Maurice Blackburn Principal Lawyer Ben Slade said thousands of people across Australia have suffered substantial losses due to Westpac failing to comply with its lending obligations, and if thousands chose to take part in the action, the total value of the claim could be in the tens of millions of dollars.

Lead plaintiffs Ian and Michelle Tate, who have three children and one regular income, say Westpac lent them five loans worth a combined $1.8 million across five properties from 2008 to 2016.

Ms Tate said Westpac had “devastated us” by not lending responsibly and that they have lost most of their properties except one block of land.

“Everything we were trying to achieve is lost. Instead of striving for financial independence, we are back to living pay cheque to pay cheque, tax return to tax return,” she said.

“We have gone backwards after years of hard work and struggle. It is worse than being back to square one.”

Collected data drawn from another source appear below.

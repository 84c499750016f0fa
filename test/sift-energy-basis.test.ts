// Energies per cell (--energy-basis cell): periodic DFT codes report the energy of the whole cell, so sift divides
// it by the molecules in each structure's cell as written (found from the bonds). A generated landscape (src/demo/landscape.ts)
// writes the same packings in their own cell, in P1 and in P1 supercells, so Z differs between copies of one
// packing. The per-cell energies here are made with a Z that does not come from polysift: gemmi (Debian
// python3-gemmi, scripts/bond-lengths-gemmi.py) expands each block and counts its atoms per cell, divided by the
// 11 atoms of the invented molecule.
import { spawnSync } from 'node:child_process';
import Papa from 'papaparse';
import { mkdtempSync, readFileSync, writeFileSync } from 'node:fs';
import { tmpdir } from 'node:os';
import { join } from 'node:path';
import { beforeAll, describe, expect, it } from 'vitest';
import { generateLandscape } from '../src/demo/landscape.js';
import { orvazinone } from '../src/demo/molecule.js';
import { initialState, sift, type SiftRun } from '../src/landscape/sift.js';
import { structuresCsv } from '../src/landscape/sift-files.js';
import { energyBasisStage } from '../src/landscape/stages/energy-basis.js';
import { workFromBlock } from '../src/landscape/stages/read.js';
import { readCifText } from '../src/io/read.js';

const dir = mkdtempSync(join(tmpdir(), 'polysift-energy-basis-'));
const gen = generateLandscape({ seed: 17, packings: 5, copiesPerPacking: 6, closePairs: 1, squeezeMoves: 200 });
const cif = join(dir, 'run.cif');
writeFileSync(cif, gen.cif);
let zOf: Map<string, number>;
let perMolecule: SiftRun;
let perCell: SiftRun;

beforeAll(async () => {
  const script = new URL('../scripts/bond-lengths-gemmi.py', import.meta.url).pathname;
  const r = spawnSync('/usr/bin/python3', [script, cif], { encoding: 'utf8', timeout: 120_000, maxBuffer: 1 << 26 });
  if (r.status !== 0) throw new Error(`Debian's python3-gemmi is needed for this check: ${r.error?.message ?? r.stderr}`);
  const atoms = orvazinone().elements.length;
  zOf = new Map(Object.entries(JSON.parse(r.stdout) as Record<string, { sites: number }>).map(([id, g]) => [id, g.sites / atoms]));
  // Per-cell energies: the generator's energy per molecule times gemmi's molecules per cell; both files in full precision.
  const csv = (perCell: boolean) => ['id,energy', ...gen.ids.map((id, i) => `${id},${gen.energiesKjPerMol[i] * (perCell ? zOf.get(id)! : 1)}`)].join('\n');
  writeFileSync(join(dir, 'per-molecule.csv'), `${csv(false)}\n`);
  writeFileSync(join(dir, 'per-cell.csv'), `${csv(true)}\n`);
  perMolecule = await sift({ inputs: [cif], energiesFile: join(dir, 'per-molecule.csv'), threads: 2, cacheDir: null });
  perCell = await sift({ inputs: [cif], energiesFile: join(dir, 'per-cell.csv'), energyBasis: 'cell', threads: 2, cacheDir: null });
}, 240_000);

describe('energies per cell', () => {
  it('divides by molecule counts that differ between copies of one packing (supercells), as gemmi counts them', () => {
    expect(new Set(zOf.values()).size).toBeGreaterThan(1);
    // The divisor is the count in the cell as written (row.z is the crystal's Z in its detected group since issue 11).
    for (const r of perCell.landscape.structures) expect(r.notes).toContain(`energy per cell divided by ${zOf.get(r.id)}, the molecules in the cell as written (found from the bonds)`);
  });

  it('give the same landscape as the energies per molecule', () => {
    const a = perMolecule.landscape;
    const b = perCell.landscape;
    expect(b.parameters.energyBasis).toBe('cell');
    expect(b.kept).toEqual(a.kept);
    expect(b.counts).toEqual(a.counts);
    expect(b.families).toEqual(a.families);
    b.structures.forEach((r, i) => {
      const s = a.structures[i];
      expect([r.status, r.duplicateOf, r.keptIndex, r.family, r.nearest]).toEqual([s.status, s.duplicateOf, s.keptIndex, s.family, s.nearest]);
      expect(r.energy!).toBeCloseTo(s.energy!, 5);
      expect(r.energyRel!).toBeCloseTo(s.energyRel!, 5);
    });
    // Every row says which Z it was divided by; otherwise the tables agree column by column.
    expect(b.structures.every((r) => r.notes.includes(`energy per cell divided by ${zOf.get(r.id)}, the molecules in the cell as written (found from the bonds)`))).toBe(true);
    // Every column but notes (the notes column holds the energy-per-cell codes on top).
    const strip = (csv: string) => Papa.parse<string[]>(csv.trim()).data.map((row, _, all) => row.filter((__, c) => all[0][c] !== 'notes'));
    expect(strip(structuresCsv(b))).toEqual(strip(structuresCsv(a)));
    expect(perCell.messages.join('\n')).toMatch(/energies are per cell: divided by the molecules in each cell as written \(from its bonds\): \d+ for \d+, \d+ for \d+/);
  });

  it('gives no energy, with the reason, to a cell holding two kinds of molecule or with an unknown Z', async () => {
    // Water and ammonia in one P1 cell (invented; O-H 0.96 Å, N-H 1.01 Å, common practice): two formulas, no single Z.
    const mixed = [
      'data_mixed', '_cell_length_a 8', '_cell_length_b 8', '_cell_length_c 8', '_cell_angle_alpha 90', '_cell_angle_beta 90', '_cell_angle_gamma 90',
      "_symmetry_space_group_name_H-M 'P 1'",
      'loop_', '_atom_site_label', '_atom_site_type_symbol', '_atom_site_fract_x', '_atom_site_fract_y', '_atom_site_fract_z',
      'O1 O 0.1 0.1 0.1', 'H1 H 0.22 0.1 0.1', 'H2 H 0.1 0.22 0.1',
      'N1 N 0.6 0.6 0.6', 'H3 H 0.726 0.6 0.6', 'H4 H 0.6 0.726 0.6', 'H5 H 0.6 0.6 0.726', '',
    ].join('\n');
    const file = join(dir, 'mixed.cif');
    const start = gen.cif.indexOf('data_');
    writeFileSync(file, `${mixed}\n${gen.cif.slice(start, gen.cif.indexOf('\ndata_', start) + 1)}`);
    const first = gen.ids[0];
    writeFileSync(join(dir, 'mixed.csv'), `id,energy\nmixed,-100\n${first},${gen.energiesKjPerMol[0] * zOf.get(first)!}\n`);
    const run = await sift({ inputs: [file], energiesFile: join(dir, 'mixed.csv'), energyBasis: 'cell', threads: 1, cacheDir: null });
    const [m, o] = run.landscape.structures;
    expect(m.formulas.sort()).toEqual(['H2O', 'H3N']);
    expect(m.energy).toBeNull();
    expect(m.reason).toMatch(/^no energy: the energy is per cell and the cell holds more than one kind of molecule \((H2O, H3N|H3N, H2O)\), so there is no single Z/);
    expect(o.energy!).toBeCloseTo(gen.energiesKjPerMol[0], 5);
    expect(run.messages.join('\n')).toMatch(/1 structure\(s\) have a per-cell energy but no single molecule count to divide it by/);

    // A structure whose crystal facts could not be computed has no molecule count: the stage leaves its energy out and says why.
    const s = initialState({ inputs: ['x.cif'], energyBasis: 'cell' });
    const b = readCifText(gen.cif, 'x.cif')[0];
    const w = workFromBlock(b, 0);
    w.row.energy = -250;
    w.facts = null;
    s.work.push(w);
    await energyBasisStage(s);
    expect(w.row.energy).toBeNull();
    expect(w.row.reason).toBe('no energy: the energy is per cell and the molecules per cell are unknown, so it cannot be divided');
  });

  it('is asked for on the command line with --energy-basis cell, and says so', () => {
    const out = join(dir, 'cli');
    const tsx = join(process.cwd(), 'node_modules', '.bin', 'tsx');
    // The old spelling of the tolerance is still read (the default value, so the landscape is the same).
    const r = spawnSync(tsx, [join(process.cwd(), 'src', 'cli.ts'), 'sift', cif, '--energies', join(dir, 'per-cell.csv'), '--energy-basis', 'cell',
      '--duplicate-tolerance', '0.04', '--no-cache', '--threads', '1', '--out', out], { encoding: 'utf8', timeout: 240_000 });
    expect(r.status, r.stderr).toBe(0);
    expect(r.stderr).toMatch(/polysift: energies are per cell: divided by the molecules in each cell as written/);
    const landscape = JSON.parse(readFileSync(join(out, 'landscape.json'), 'utf8')) as typeof perCell.landscape;
    expect(landscape.parameters.energyBasis).toBe('cell');
    expect(readFileSync(join(out, 'structures.csv'), 'utf8')).toBe(structuresCsv({ ...perCell.landscape, parameters: { ...perCell.landscape.parameters, inputs: landscape.parameters.inputs } }));
    const bad = spawnSync(tsx, [join(process.cwd(), 'src', 'cli.ts'), 'sift', cif, '--energy-basis', 'atom', '--out', join(dir, 'bad')], { encoding: 'utf8' });
    expect(bad.status).toBe(1);
    expect(bad.stderr).toBe("polysift: --energy-basis must be molecule or cell, not 'atom'\n");
  }, 240_000);

  it('leaves energies per molecule untouched (the default)', async () => {
    const s = initialState({ inputs: ['x.cif'] });
    const w = workFromBlock(readCifText(gen.cif, 'x.cif')[0], 0);
    w.row.energy = -250;
    w.row.z = 4;
    const notes = w.row.notes.slice();
    s.work.push(w);
    await energyBasisStage(s);
    expect(w.row.energy).toBe(-250);
    expect(w.row.notes).toEqual(notes);
    expect(s.messages).toEqual([]);
  });
});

Westpac has issued a statement saying it takes its responsible lending obligations seriously and will be defending the claims against it.

“Westpac works closely with customers who experience financial difficulty to provide tailored assistance as required,” the statement said.

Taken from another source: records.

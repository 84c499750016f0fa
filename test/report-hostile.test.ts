// Hostile input stays text: ids, block names, file names, space groups and reasons that look like markup
// are shown literally in the report and none of their scripts runs (headless Chromium, file://, network
// blocked). Escaping rules: HTML Living Standard (script element content, character references).
import { afterAll, beforeAll, describe, expect, it } from 'vitest';
import { mkdtempSync, writeFileSync } from 'node:fs';
import { tmpdir } from 'node:os';
import { join } from 'node:path';
import type { Browser } from 'playwright-core';
import { renderSiftReport } from '../src/report/sift-report.js';
import type { Landscape } from '../src/landscape/schema.js';
import { renameStructures, syntheticLandscape } from './helpers/synthetic-landscape.js';
import { launchChromium, openFile, type PageWatch } from './helpers/browser.js';

// Each would set window.__polysiftPwned or open a dialog if it ever ran.
const HOSTILE_IDS = [
  'x</script><script>alert(1)</script>',
  '<img src=x onerror=alert(1)>',
  '<img src=y onerror="window.__polysiftPwned=1">',
  '"><svg onload=window.__polysiftPwned=2>',
  `it's "quoted" & <b>bold</b>`,
  '&amp;',
];
const HOSTILE_BLOCK = 'x</script><script>window.__polysiftPwned=3</script>';
const HOSTILE_FILE = 'runs/<iframe src=javascript:alert(2)>.cif';
const HOSTILE_REASON = 'bad cell <script>alert(3)</script> &lt;not a tag&gt;';

describe('hostile strings in the sift report', () => {
  let browser: Browser;
  let w: PageWatch;
  let land: Landscape;
  let hostileKept: number[];
  let hostileRejected: number;

  beforeAll(async () => {
    land = syntheticLandscape({ kept: 40, seed: 4, rejected: 3 });
    // Hostile ids on kept structures (so they appear in the table and on the plot), a hostile block and
    // file name on each, and a hostile id and reason on a rejected structure.
    hostileKept = land.kept.slice(0, HOSTILE_IDS.length);
    hostileRejected = land.structures.find((r) => r.status === 'rejected')!.index;
    renameStructures(land, [
      ...hostileKept.map((at, i) => ({ at, id: HOSTILE_IDS[i]!, block: `${HOSTILE_BLOCK}-${i}`, file: HOSTILE_FILE, spaceGroup: '<i>P21/c</i>' })),
      { at: hostileRejected, id: HOSTILE_IDS[1]! + '-rejected', reason: HOSTILE_REASON },
    ]);
    const dir = mkdtempSync(join(tmpdir(), 'polysift-hostile-'));
    const file = join(dir, 'report.html');
    writeFileSync(file, renderSiftReport(land, { title: '<script>alert("title")</script>' }));
    browser = await launchChromium();
    w = await openFile(browser, file);
  });

  afterAll(async () => {
    await browser?.close();
  });

  it('runs no script of theirs: no dialog, the flag they set stays unset, no extra elements, no requests', async () => {
    await w.page.waitForTimeout(300);
    expect(w.dialogs).toEqual([]);
    expect(await w.page.evaluate(() => (window as unknown as { __polysiftPwned?: number }).__polysiftPwned)).toBeUndefined();
    expect(await w.page.evaluate(() => document.querySelectorAll('img, iframe, svg[onload], b, i').length)).toBe(0);
    expect(await w.page.evaluate(() => document.scripts.length)).toBe(4);
    expect(w.blocked).toEqual([]);
    expect(w.consoleErrors).toEqual([]);
    expect(w.pageErrors).toEqual([]);
    expect(await w.page.title()).toBe('<script>alert("title")</script>');
    expect(await w.page.textContent('#page-title')).toBe('<script>alert("title")</script>');
  });

  it('shows every hostile id literally in the table, with its space group as text', async () => {
    const ids = await w.page.locator('#kept-table tbody tr td:first-child').allTextContents();
    for (const h of HOSTILE_IDS) expect(ids).toContain(h);
    const groups = await w.page.locator('#kept-table tbody tr td:nth-child(8)').allTextContents();
    expect(groups.filter((g) => g === '<i>P21/c</i>').length).toBe(HOSTILE_IDS.length);
  });

  it('the filter box finds a hostile id by its literal text', async () => {
    await w.page.fill('#table-filter', 'onerror="window');
    await w.page.waitForFunction(() => document.querySelectorAll('#kept-table tbody tr').length === 1);
    expect(await w.page.locator('#kept-table tbody tr td:first-child').allTextContents()).toEqual([HOSTILE_IDS[2]]);
    await w.page.fill('#table-filter', '');
  });

  it('the structure panel shows hostile id, block and file name as text', async () => {
    const at = hostileKept[0]!;
    await w.page.evaluate((i) => (window as unknown as { polysiftReport: { select(i: number, f: string): void } }).polysiftReport.select(i, 'test'), at);
    expect(await w.page.textContent('#panel-id')).toBe(HOSTILE_IDS[0]);
    const facts = await w.page.textContent('#panel-facts');
    expect(facts).toContain(`${HOSTILE_FILE}#${HOSTILE_BLOCK}-0`);
    expect(await w.page.evaluate(() => (window as unknown as { __polysiftPwned?: number }).__polysiftPwned)).toBeUndefined();
  });

  it.each([4, 5, 1])('plot hover text shows hostile id %i literally (the plotting library gets it escaped)', async (h) => {
    const p = land.kept.indexOf(hostileKept[h]!);
    const text = await w.page.evaluate(async (point) => {
      const g = window as unknown as {
        polysiftReport: { traces: { kept: number } };
        Plotly: { Fx: { hover(gd: unknown, pts: unknown[]): void } };
      };
      const gd = document.getElementById('landscape-plot')!;
      g.Plotly.Fx.hover(gd, [{ curveNumber: g.polysiftReport.traces.kept, pointNumber: point }]);
      await new Promise((r) => setTimeout(r, 200));
      const label = gd.querySelector('.hoverlayer .hovertext');
      return label ? label.textContent : null;
    }, p);
    expect(text).not.toBeNull();
    expect(text).toContain(HOSTILE_IDS[h]);
    expect(await w.page.evaluate(() => document.querySelectorAll('#landscape-plot .hoverlayer b').length)).toBe(0);
  });

  it('the rejected list shows a hostile id and reason literally', async () => {
    const rows = await w.page.locator('#rejected-table tbody tr').evaluateAll((trs) =>
      trs.map((tr) => Array.from(tr.querySelectorAll('td')).map((td) => td.textContent)),
    );
    const row = rows.find((r) => r[0] === HOSTILE_IDS[1] + '-rejected');
    expect(row, 'hostile rejected row not shown').toBeDefined();
    expect(row![3]).toBe(HOSTILE_REASON);
    expect(w.dialogs).toEqual([]);
    expect(await w.page.evaluate(() => (window as unknown as { __polysiftPwned?: number }).__polysiftPwned)).toBeUndefined();
  });
});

The major bank had struck an agreement with the Australian Securities and Investment Commission (ASIC) last year to pay a $35 million civil penalty for breaching responsible lending obligations.

But the Federal Court rejected the settlement in November with Justice Nye Perram saying it was difficult to judge the appropriateness of the proposed penalty because ASIC and Westpac were unable to agree on how many loans breached the National Consumer Credit Protection Act.

This was despite Westpac admitting that it did contravene lending laws.

ASIC has claimed that Westpac should not have approved about 10,500 home loans issued during 2011 and 2015, after relying solely on an automated system to approve about 260,000 home loans in that period.

The corporate regulator said the system did not factor in consumers’ declared living expenses when assessing their capacity to repay home loans and that it failed to identify whether owner occupiers with interest-only loans could afford higher repayments once that period expired.

ANZ revamps banking policies in the wake of the royal commission

Also this week, ANZ has vowed to improve its banking practices in direct response to the banking royal commission’s final report that became public earlier this month.

ANZ has announced 16 initiatives aimed at improving the way it treats customers, including small businesses and farmers in Australia.

The steps the bank says it is taking immediately include:

  • Publicly reporting how the bank is fixing significant failures, including the remediation of customers
  • Strengthening accountability so that when things go wrong, they are fixed and executives are consistently held to account
  • Proactively contacting customers paying little off persistent credit card debt
  • Creating a dedicated phone service and easier account identification options for Indigenous customers
  • Not charging farmers default interest in areas hit by drought or other natural disasters
  • Providing farmers with early access to farm debt mediation
  • Making products fairer and better matched to customers, including removing overdrawn fees from Pensioner Advantage accounts

ANZ Chief Executive Shayne Elliott said this was only the first step and acknowledged that the cultural changes needed to be made would take several years.

“We will continue to make the investments needed to improve our bank and we will also move quickly to implement the recommendations requiring legislative change once those new laws come into effect,” Mr Elliott said.